- [Assignment]: Restate, word for word, the lines from the opening line of the data through the line containing "whether its random", both included, and nothing else.

- [Record extracts]:
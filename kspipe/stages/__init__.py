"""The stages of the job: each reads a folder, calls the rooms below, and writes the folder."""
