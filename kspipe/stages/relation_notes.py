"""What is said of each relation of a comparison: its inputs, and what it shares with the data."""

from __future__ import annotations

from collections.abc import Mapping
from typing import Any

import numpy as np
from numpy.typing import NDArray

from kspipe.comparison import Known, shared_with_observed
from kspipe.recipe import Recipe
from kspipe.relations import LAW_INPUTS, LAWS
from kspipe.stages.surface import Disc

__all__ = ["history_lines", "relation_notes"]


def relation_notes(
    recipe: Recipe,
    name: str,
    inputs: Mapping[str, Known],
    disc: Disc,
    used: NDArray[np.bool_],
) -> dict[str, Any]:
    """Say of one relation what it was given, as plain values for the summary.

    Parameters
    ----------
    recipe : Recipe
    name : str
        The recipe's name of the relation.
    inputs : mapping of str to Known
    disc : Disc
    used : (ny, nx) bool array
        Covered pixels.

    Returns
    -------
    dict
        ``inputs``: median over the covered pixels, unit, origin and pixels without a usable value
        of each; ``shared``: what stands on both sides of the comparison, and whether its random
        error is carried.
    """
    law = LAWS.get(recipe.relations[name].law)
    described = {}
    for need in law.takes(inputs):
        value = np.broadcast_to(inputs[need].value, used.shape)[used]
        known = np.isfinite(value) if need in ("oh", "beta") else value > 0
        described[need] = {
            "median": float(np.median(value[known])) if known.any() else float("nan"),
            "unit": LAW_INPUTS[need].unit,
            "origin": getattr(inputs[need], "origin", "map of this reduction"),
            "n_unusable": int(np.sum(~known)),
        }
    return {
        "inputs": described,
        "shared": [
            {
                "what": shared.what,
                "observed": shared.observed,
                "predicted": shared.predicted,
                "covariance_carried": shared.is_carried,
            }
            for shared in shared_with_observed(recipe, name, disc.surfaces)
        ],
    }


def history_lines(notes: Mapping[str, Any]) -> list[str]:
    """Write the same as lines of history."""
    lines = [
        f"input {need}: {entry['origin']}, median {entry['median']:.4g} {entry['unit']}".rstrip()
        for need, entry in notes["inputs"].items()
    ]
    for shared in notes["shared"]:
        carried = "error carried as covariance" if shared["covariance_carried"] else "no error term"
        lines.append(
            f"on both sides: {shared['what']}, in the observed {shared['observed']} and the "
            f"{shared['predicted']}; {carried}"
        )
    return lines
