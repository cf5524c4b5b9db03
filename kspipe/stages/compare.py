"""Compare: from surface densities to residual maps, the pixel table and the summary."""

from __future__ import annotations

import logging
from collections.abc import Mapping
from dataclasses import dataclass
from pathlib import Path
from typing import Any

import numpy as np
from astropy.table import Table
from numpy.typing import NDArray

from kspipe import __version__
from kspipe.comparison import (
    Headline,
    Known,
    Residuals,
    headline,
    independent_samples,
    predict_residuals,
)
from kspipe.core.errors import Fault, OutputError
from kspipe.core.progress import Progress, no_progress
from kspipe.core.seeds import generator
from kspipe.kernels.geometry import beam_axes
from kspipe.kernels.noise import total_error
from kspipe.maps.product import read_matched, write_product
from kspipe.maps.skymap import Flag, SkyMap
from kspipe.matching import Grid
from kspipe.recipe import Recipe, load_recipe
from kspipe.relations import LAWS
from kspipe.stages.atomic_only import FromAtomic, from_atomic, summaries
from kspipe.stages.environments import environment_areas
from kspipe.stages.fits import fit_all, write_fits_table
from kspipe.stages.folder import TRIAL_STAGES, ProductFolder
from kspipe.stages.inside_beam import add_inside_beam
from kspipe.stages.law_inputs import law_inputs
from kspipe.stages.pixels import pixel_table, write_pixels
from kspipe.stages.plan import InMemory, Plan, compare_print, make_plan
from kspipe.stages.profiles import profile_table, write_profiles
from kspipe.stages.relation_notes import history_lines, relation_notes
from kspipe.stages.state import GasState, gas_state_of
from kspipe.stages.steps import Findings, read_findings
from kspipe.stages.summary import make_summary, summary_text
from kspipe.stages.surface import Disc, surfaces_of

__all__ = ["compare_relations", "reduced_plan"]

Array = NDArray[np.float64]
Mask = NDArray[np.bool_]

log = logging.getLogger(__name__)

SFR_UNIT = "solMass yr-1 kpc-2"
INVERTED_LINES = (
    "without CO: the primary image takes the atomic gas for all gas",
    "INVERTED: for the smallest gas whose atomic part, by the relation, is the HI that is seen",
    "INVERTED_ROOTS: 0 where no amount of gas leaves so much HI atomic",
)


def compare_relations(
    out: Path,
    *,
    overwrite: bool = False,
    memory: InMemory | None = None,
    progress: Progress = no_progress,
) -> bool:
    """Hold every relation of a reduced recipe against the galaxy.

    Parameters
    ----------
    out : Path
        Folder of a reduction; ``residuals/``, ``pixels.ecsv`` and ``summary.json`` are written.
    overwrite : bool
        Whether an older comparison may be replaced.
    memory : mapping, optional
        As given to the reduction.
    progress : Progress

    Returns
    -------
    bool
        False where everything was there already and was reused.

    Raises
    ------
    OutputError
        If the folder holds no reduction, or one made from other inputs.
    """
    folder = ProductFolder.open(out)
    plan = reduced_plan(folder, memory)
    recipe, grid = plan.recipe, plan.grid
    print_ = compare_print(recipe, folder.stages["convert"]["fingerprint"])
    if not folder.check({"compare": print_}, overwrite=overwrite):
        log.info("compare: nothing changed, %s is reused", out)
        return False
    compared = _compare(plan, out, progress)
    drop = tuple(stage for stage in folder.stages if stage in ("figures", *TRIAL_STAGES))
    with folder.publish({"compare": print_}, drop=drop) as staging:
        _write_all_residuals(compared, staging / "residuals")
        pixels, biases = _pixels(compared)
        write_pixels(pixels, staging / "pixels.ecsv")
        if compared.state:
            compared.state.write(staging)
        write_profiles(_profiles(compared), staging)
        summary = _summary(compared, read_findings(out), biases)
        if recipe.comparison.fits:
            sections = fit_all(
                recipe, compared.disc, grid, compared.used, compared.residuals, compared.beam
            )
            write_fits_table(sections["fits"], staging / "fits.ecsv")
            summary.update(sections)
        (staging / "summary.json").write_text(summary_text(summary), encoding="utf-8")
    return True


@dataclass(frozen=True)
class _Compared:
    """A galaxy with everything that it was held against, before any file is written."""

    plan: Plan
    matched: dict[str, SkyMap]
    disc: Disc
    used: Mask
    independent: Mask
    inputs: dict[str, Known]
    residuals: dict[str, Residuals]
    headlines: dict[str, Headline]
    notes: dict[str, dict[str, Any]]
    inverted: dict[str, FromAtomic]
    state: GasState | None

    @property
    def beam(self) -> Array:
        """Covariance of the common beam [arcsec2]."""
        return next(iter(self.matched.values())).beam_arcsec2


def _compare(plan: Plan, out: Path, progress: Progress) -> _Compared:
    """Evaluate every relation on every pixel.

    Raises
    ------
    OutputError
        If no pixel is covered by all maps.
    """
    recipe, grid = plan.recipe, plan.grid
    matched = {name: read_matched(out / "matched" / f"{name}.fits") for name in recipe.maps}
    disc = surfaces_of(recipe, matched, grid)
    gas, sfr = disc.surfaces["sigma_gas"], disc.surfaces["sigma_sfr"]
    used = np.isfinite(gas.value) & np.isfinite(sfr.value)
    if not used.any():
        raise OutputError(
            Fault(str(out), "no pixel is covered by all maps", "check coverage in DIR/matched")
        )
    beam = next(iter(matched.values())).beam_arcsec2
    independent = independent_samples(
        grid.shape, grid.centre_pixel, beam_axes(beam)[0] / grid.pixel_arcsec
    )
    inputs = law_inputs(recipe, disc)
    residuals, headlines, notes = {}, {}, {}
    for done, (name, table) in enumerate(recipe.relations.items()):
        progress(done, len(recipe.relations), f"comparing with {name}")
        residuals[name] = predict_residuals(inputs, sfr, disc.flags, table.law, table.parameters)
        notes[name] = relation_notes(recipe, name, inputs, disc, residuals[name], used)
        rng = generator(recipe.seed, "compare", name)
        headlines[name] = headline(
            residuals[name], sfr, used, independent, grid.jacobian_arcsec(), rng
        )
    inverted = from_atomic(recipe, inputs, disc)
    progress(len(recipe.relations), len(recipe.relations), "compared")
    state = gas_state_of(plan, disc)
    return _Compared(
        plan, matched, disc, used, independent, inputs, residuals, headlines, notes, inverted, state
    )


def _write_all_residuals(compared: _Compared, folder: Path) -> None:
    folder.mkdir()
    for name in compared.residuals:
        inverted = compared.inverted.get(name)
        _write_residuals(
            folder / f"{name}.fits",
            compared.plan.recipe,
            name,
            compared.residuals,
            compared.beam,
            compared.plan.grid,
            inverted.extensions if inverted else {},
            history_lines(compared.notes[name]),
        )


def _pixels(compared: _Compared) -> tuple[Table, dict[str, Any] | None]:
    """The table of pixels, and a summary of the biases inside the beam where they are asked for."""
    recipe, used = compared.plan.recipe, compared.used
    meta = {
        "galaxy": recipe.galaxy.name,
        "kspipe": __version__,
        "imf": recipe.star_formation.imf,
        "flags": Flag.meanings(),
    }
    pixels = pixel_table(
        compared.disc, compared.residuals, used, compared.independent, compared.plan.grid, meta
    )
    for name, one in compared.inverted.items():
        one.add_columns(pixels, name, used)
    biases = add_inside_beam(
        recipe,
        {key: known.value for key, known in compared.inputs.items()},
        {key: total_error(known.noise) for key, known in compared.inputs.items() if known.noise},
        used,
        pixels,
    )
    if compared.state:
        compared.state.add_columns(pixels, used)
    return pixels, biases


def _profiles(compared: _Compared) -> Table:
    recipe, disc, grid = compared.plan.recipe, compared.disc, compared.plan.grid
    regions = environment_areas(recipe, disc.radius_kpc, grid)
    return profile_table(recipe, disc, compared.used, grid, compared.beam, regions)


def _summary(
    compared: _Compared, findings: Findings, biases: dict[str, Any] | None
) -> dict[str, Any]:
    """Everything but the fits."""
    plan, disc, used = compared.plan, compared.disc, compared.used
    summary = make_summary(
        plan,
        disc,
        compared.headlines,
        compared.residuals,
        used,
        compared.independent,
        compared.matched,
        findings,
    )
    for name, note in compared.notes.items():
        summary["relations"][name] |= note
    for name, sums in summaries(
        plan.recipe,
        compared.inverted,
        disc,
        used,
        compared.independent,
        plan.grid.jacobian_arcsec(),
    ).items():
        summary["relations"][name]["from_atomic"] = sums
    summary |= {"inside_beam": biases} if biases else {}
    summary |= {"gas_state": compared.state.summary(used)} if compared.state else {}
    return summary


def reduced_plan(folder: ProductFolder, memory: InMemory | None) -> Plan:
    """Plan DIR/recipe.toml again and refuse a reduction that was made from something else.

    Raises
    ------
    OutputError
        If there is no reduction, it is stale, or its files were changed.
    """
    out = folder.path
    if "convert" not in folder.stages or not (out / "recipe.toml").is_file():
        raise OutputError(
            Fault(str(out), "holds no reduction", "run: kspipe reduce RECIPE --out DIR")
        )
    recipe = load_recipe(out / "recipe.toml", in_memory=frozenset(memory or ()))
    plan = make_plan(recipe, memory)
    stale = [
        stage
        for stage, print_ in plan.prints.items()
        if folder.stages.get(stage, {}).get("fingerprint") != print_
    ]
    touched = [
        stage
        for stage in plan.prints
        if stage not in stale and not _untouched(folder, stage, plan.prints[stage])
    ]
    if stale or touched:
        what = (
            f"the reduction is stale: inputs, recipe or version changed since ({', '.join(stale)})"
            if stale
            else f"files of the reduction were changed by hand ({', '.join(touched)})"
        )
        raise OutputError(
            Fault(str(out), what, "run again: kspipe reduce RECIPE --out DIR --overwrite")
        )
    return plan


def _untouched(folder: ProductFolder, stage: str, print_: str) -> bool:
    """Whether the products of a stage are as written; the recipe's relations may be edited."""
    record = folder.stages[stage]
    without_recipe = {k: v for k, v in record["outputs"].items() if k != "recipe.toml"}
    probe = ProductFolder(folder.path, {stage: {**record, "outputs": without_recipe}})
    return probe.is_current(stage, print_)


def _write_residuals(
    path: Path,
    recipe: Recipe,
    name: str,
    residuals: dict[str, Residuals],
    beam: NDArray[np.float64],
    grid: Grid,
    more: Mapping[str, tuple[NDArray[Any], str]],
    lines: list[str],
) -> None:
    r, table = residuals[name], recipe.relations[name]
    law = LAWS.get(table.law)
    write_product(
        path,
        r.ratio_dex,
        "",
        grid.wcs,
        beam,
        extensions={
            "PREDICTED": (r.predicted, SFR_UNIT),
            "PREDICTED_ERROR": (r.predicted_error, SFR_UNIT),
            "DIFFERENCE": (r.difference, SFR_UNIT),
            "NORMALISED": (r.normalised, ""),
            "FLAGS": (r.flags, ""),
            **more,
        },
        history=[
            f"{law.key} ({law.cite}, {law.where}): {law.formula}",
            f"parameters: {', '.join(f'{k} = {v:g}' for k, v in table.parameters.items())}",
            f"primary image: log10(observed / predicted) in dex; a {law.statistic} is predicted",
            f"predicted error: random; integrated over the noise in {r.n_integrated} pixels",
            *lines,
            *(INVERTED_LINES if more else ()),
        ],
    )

- [Answer space]:
filename kspipe/stages/__init__.py
"""The stages of the job: each reads a folder, calls the rooms below, and writes the folder."""
filename kspipe/stages/relation_notes.py
"""What is said of each relation of a comparison: its inputs, and what it shares with the data."""

from __future__ import annotations

from collections.abc import Mapping
from typing import Any

import numpy as np
from numpy.typing import NDArray

from kspipe.comparison import Known, shared_with_observed
from kspipe.recipe import Recipe
from kspipe.relations import LAW_INPUTS, LAWS
from kspipe.stages.surface import Disc

__all__ = ["history_lines", "relation_notes"]


def relation_notes(
    recipe: Recipe,
    name: str,
    inputs: Mapping[str, Known],
    disc: Disc,
    used: NDArray[np.bool_],
) -> dict[str, Any]:
    """Say of one relation what it was given, as plain values for the summary.

    Parameters
    ----------
    recipe : Recipe
    name : str
        The recipe's name of the relation.
    inputs : mapping of str to Known
    disc : Disc
    used : (ny, nx) bool array
        Covered pixels.

    Returns
    -------
    dict
        ``inputs``: median over the covered pixels, unit, origin and pixels without a usable value
        of each; ``shared``: what stands on both sides of the comparison, and whether its random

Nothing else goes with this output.